One of the appeals of the project is its simplicity and low cost. The total bill of materials can be less than $20. With basic soldering skills, the VS1001, microSD slot, and headphone jack can be integrated onto the development board. The open source code handles the graphics, file system, and MP3 decoding.
Overall, the AVR Butterfly MP3 player provides an easy entry point into DIY audio projects and embedded systems. Following the step-by-step instructions, anyone can build a fully functional MP3 player with hours of storage in a tiny package. It’s an exciting example of leveraging open source software and affordable hardware for custom projects.
OpenBeacon provides cutting-edge technologies for tracking and transmitting data, including hardware specifications such as a 3D accelerometer for real-time movement detection and a proximity and tracking protocol. The project is built on open-source software and a flexible, open design, utilizing the nRF51822 chip, which is fully compatible with Bluetooth Low Energy (BLE) for RFID tracking. OpenBeacon provides an open source crystal-controlled QRPp beacon transmitter that outputs slow-speed modes, such as CW, QRSS, DFCW, and Sequential Multi-tone Hellschreiber. Our project welcomes new ideas for setups and firmware improvements. In addition, OpenBeacon offers hardware for low-power scanning and wireless notifications. Follow our Twitter account @OpenBeacon for updates and developments.

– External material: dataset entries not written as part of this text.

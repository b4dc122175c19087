/**
 * A client that disconnects mid-render, over a real socket on 127.0.0.1. The render is
 * shared work (single-flight; other callers may be waiting on it), so it is not cancelled:
 * it must finish into the cache, release its render slot and leave no flight behind.
 * Synchronised on events (the task reaching the pool, the server seeing the socket close),
 * never on sleeps.
 */
import http from 'node:http';
import type { AddressInfo } from 'node:net';
import { afterAll, beforeAll, describe, expect, it } from 'vitest';
import type { SingleFlight } from '../../src/cache/single-flight.js';
import { build, type TestApp } from '../helpers/build.js';
import { at, pixels, writePng } from '../helpers/images.js';
import { tapNextRun, until } from './pool-tap.js';

let t: TestApp;
let port = 0;
let serverClosedSockets = 0;

beforeAll(async () => {
  t = await build();
  await writePng(t.sourceDir, 'flat.png', 48, 32, 3, () => [60, 120, 180]);
  await t.app.listen({ port: 0, host: '127.0.0.1' });
  port = (t.app.server.address() as AddressInfo).port;
  t.app.server.on('connection', (s) => s.on('close', () => serverClosedSockets++));
});
afterAll(() => t.close());

describe('a client disconnects mid-render', () => {
  it('the render completes into the cache; no slot or flight is leaked', async () => {
    let started!: () => void;
    const reachedPool = new Promise<void>((r) => (started = r));
    let release!: () => void;
    const gate = new Promise<void>((r) => (release = r));
    // Hold the resample task at the pool's door until the client has gone.
    tapNextRun(t.app.renderPool, async (original, task, options) => {
      started();
      await gate;
      return original(task, options);
    });

    const url = '/v1/renditions/flat.png?width=24&format=png';
    const req = http.request({ host: '127.0.0.1', port, path: url, agent: false });
    req.on('error', () => undefined); // the abort below surfaces here; expected
    req.end();
    await reachedPool;
    const closedBefore = serverClosedSockets;
    req.destroy();
    await until(() => serverClosedSockets > closedBefore);
    expect(t.app.renderPool.inFlight).toBe(1);

    release();
    const flight = t.app.renditionCache.flight as SingleFlight;
    await until(() => t.app.renderPool.inFlight === 0 && flight.size === 0);

    const again = await t.app.inject({ url });
    expect(again.statusCode).toBe(200);
    expect(again.headers['server-timing']).toMatch(/hit/);
    expect(at(await pixels(again.rawPayload), 2, 2)).toEqual([60, 120, 180]);
  });

  it('keeps serving other clients afterwards', async () => {
    const res = await t.app.inject({ url: '/v1/renditions/flat.png?width=12&format=png' });
    expect(res.statusCode).toBe(200);
    expect(res.headers['server-timing']).toMatch(/miss/);
  });
});
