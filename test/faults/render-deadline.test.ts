/**
 * Renders cut short from outside are refusals a client may retry, not failures: the render
 * deadline aborting a real piscina task gives 503 ERR_RENDER_TIMEOUT, the pool closing under
 * a render 503 ERR_SERVICE_STOPPING, both with Retry-After and problem+json, nothing cached,
 * no render slot left behind. (A worker that crashes by itself stays a 500: worker-crash.test.ts.)
 */
import { mkdtemp, rm } from 'node:fs/promises';
import { tmpdir } from 'node:os';
import { join } from 'node:path';
import { fileURLToPath } from 'node:url';
import { afterAll, beforeAll, describe, expect, it } from 'vitest';
import { createFolderOrigin } from '../../src/origins/folder.js';
import { build, type TestApp } from '../helpers/build.js';
import { eventCount, gatedOrigin } from '../helpers/gated-origin.js';
import { at, pixels, writePng } from '../helpers/images.js';
import { memoryEntries } from '../security/cache-probe.js';
import { PoolTap, until } from './pool-tap.js';

const hangModule = fileURLToPath(new URL('./hang-worker.ts', import.meta.url));
const retryAfterSeconds = 3;

type Response = Awaited<ReturnType<TestApp['app']['inject']>>;

function expectRetryableRefusal(res: Response, code: string): void {
  expect(res.statusCode).toBe(503);
  expect(res.headers['content-type']).toMatch(/^application\/problem\+json/);
  expect(res.headers['retry-after']).toBe(String(retryAfterSeconds));
  expect(res.headers['cache-control']).toBe('no-store');
  expect(res.json()).toMatchObject({ status: 503, code });
}

describe('the render deadline aborts a real pool task', () => {
  let t: TestApp;
  const tap = new PoolTap();
  beforeAll(async () => {
    // Long enough for the tiny recovery render on a busy machine; the held task waits it out.
    t = await build({ poolRunner: tap.runner, config: { limits: { renderTimeoutMs: 1000 }, pool: { retryAfterSeconds } } });
    await writePng(t.sourceDir, 'flat.png', 48, 32, 3, () => [90, 140, 200]);
  });
  afterAll(() => t.close());

  it('503 ERR_RENDER_TIMEOUT with Retry-After; the pool replaces the thread and renders again', async () => {
    let ran = false;
    // The real task is swapped for one that never ends; only the deadline's abort, through
    // piscina (which terminates the thread), can settle it.
    tap.nextRun((original, task, options) => {
      ran = true;
      return original(task, { ...options, filename: hangModule });
    });
    const before = memoryEntries(t.app);
    // The aborted task's thread is terminated; its replacement reports ready when it has started.
    const replaced = tap.nextWorkerReady();
    const res = await t.app.inject({ url: '/v1/renditions/flat.png?width=24&format=png' });
    expect(ran).toBe(true);
    expectRetryableRefusal(res, 'ERR_RENDER_TIMEOUT');
    expect(memoryEntries(t.app)).toBe(before);
    await until(() => t.app.renderPool.inFlight === 0);
    await replaced;

    const again = await t.app.inject({ url: '/v1/renditions/flat.png?width=24&format=png' });
    expect(again.statusCode).toBe(200);
    // A flat field stays flat under any normalised resampler (CHECKS.md invariant).
    expect(at(await pixels(again.rawPayload), 3, 3)).toEqual([90, 140, 200]);
  });
});

describe('the pool closes under a render (shutdown)', () => {
  let dir: string;
  let t: TestApp;
  let gated: ReturnType<typeof gatedOrigin>;

  beforeAll(async () => {
    dir = await mkdtemp(join(tmpdir(), 'fw-stop-'));
    await writePng(dir, 'flat.png', 48, 32, 3, () => [90, 140, 200]);
    gated = gatedOrigin(createFolderOrigin(dir));
    t = await build({ sourceDir: dir, origin: gated.origin, config: { pool: { retryAfterSeconds } } });
  });
  afterAll(async () => {
    gated.release();
    await t.close();
    await rm(dir, { recursive: true, force: true });
  });

  it('a render admitted before the close gets 503 ERR_SERVICE_STOPPING, and so does a new one', async () => {
    const reading = eventCount(gated.events, 'read', 1);
    const pending = t.app.inject({ url: '/v1/renditions/flat.png?width=20&format=png' });
    await reading; // admitted, holding its slot, waiting for the source
    await t.app.renderPool.close();
    gated.release();
    expectRetryableRefusal(await pending, 'ERR_SERVICE_STOPPING');
    expect(memoryEntries(t.app)).toBe(0);
    expect(t.app.renderPool.inFlight).toBe(0);
    expectRetryableRefusal(await t.app.inject({ url: '/v1/renditions/flat.png?width=21&format=png' }), 'ERR_SERVICE_STOPPING');
  });
});

describe('piscina refuses a task because it is closing', () => {
  let t: TestApp;
  const tap = new PoolTap();
  beforeAll(async () => {
    t = await build({ poolRunner: tap.runner, config: { pool: { retryAfterSeconds } } });
    await writePng(t.sourceDir, 'flat.png', 48, 32, 3, () => [90, 140, 200]);
  });
  afterAll(() => t.close());

  it('its abort is answered 503 ERR_SERVICE_STOPPING, not 500 ERR_RENDER_FAILED', async () => {
    // The close starts between our check and piscina's run, as when shutdown races a render.
    tap.nextRun((original, task, options) => {
      void t.app.renderPool.close();
      return original(task, options);
    });
    expectRetryableRefusal(await t.app.inject({ url: '/v1/renditions/flat.png?width=22&format=png' }), 'ERR_SERVICE_STOPPING');
    expect(memoryEntries(t.app)).toBe(0);
  });
});
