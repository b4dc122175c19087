/**
 * Test-side access to the render pool's piscina instance, to inject faults into the real
 * pool (kill a worker mid-task, run a crashing module, hold a task) without any hook in
 * production code. Each tap affects the next call only and then restores the pool.
 */
import type { Piscina } from 'piscina';
import type { RenderPool } from '../../src/pool/render-pool.js';

type Run = Piscina['run'];

function piscinaOf(pool: RenderPool): Piscina {
  return (pool as unknown as { piscina: Piscina }).piscina;
}

/** Replaces the next `run` call with `replacement(original, task, options)`. */
export function tapNextRun(pool: RenderPool, replacement: (original: Run, task: unknown, options: Parameters<Run>[1]) => ReturnType<Run>): void {
  const p = piscinaOf(pool);
  const original = p.run.bind(p) as Run;
  p.run = ((task: unknown, options?: Parameters<Run>[1]) => {
    p.run = original;
    return replacement(original, task, options);
  }) as Run;
}

/** Resolves when the pool next reports a worker thread ready (piscina's 'workerCreate'). */
export function nextWorkerReady(pool: RenderPool): Promise<void> {
  return new Promise((resolve) => piscinaOf(pool).once('workerCreate', () => resolve()));
}

/** The pool's live worker threads. */
export function workersOf(pool: RenderPool) {
  return piscinaOf(pool).threads;
}

/**
 * Resolves once `done()` is true, checking once per event-loop turn, at most `turns` times.
 * A turn count is a time bound in disguise (200 000 idle turns pass in about 0.2 s), so the
 * default is large: a render on a slow shared CI machine must not run out of turns before
 * vitest's own test timeout would speak.
 */
export async function until(done: () => boolean, turns = 20_000_000): Promise<void> {
  for (let i = 0; i < turns; i++) {
    if (done()) return;
    await new Promise((r) => setImmediate(r));
  }
  throw new Error('condition not reached');
}
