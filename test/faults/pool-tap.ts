/**
 * A fault test's hand on the render pool, injected (build's `poolRunner`, src/pool/runner.ts),
 * not patched in: replace the next band task (kill a worker mid-task, run a crashing module,
 * hold a task), see the pool's threads, wait for a new one. A replacement affects the next
 * task only; the tasks after it run as usual.
 */
import { type BandPiscina, type BandRunner, piscinaRunner, type RunBand } from '../../src/pool/runner.js';
import type { ResampleTask } from '../../src/pool/worker.js';

type Options = Parameters<RunBand>[1];
export type Replacement = (original: RunBand, task: ResampleTask, options: Options) => ReturnType<RunBand>;

export class PoolTap {
  private piscina?: BandPiscina;
  private next?: Replacement;

  /** Pass as `build({ poolRunner: tap.runner })`. */
  readonly runner: BandRunner = (piscina) => {
    this.piscina = piscina;
    const original = piscinaRunner(piscina);
    return (task, options) => {
      const replacement = this.next;
      this.next = undefined;
      return replacement ? replacement(original, task, options) : original(task, options);
    };
  };

  /** Runs the next band task through `replacement(original, task, options)`. */
  nextRun(replacement: Replacement): void {
    this.next = replacement;
  }

  /** Holds the next band task at the pool's door: `reachedPool` once it is there, it runs after `release()`. */
  holdNext(): { reachedPool: Promise<void>; release: () => void } {
    let started!: () => void;
    const reachedPool = new Promise<void>((r) => (started = r));
    let release!: () => void;
    const gate = new Promise<void>((r) => (release = r));
    this.nextRun(async (original, task, options) => {
      started();
      await gate;
      return original(task, options);
    });
    return { reachedPool, release };
  }

  /** Resolves when the pool next reports a worker thread ready (piscina's 'workerCreate'). */
  nextWorkerReady(): Promise<void> {
    return new Promise((resolve) => this.pool().once('workerCreate', () => resolve()));
  }

  /** The pool's live worker threads. */
  workers() {
    return this.pool().threads;
  }

  private pool(): BandPiscina {
    if (!this.piscina) throw new Error('the tap is not in a pool: build({ poolRunner: tap.runner })');
    return this.piscina;
  }
}

/**
 * Resolves once `done()` is true, checking once per event-loop turn, at most `turns` times.
 * A turn count is a time bound in disguise (200 000 idle turns pass in about 0.2 s), so the
 * default is large: a render on a slow shared CI machine must not run out of turns before
 * vitest's own test timeout would speak.
 */
export async function until(done: () => boolean, turns = 20_000_000): Promise<void> {
  for (let i = 0; i < turns; i++) {
    if (done()) return;
    await new Promise((r) => setImmediate(r));
  }
  throw new Error('condition not reached');
}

iRobot is the undisputed leader in the robotics and consumer products industries, having sold over 40 million robots worldwide. iRobot produces the Roomba® Vacuuming Robot and the Braava® family of mopping robots to assist with household tasks. Our history of innovation includes using our robots for various purposes, such as exploring the Great Pyramid of Giza and aiding in crisis situations. iRobot is dedicated to inspiring the next generation of engineers and scientists through its educational outreach initiative, iRobot STEM. This program brings the world of robots into the classroom with online resources, demonstrations, and more. iRobot offers the iRobot Home App, which allows for enhanced maps, custom routines, and intuitive smart home integrations to control its robots. iRobot Education empowers learners, educators, and the community with our educational robots, resources, and STEM programming. Our mobile robot development platform for learning ROS 2 and the Create 3 educational robot showcase our expertise and competence in the field. Join us in revolutionizing education with cutting-edge technology.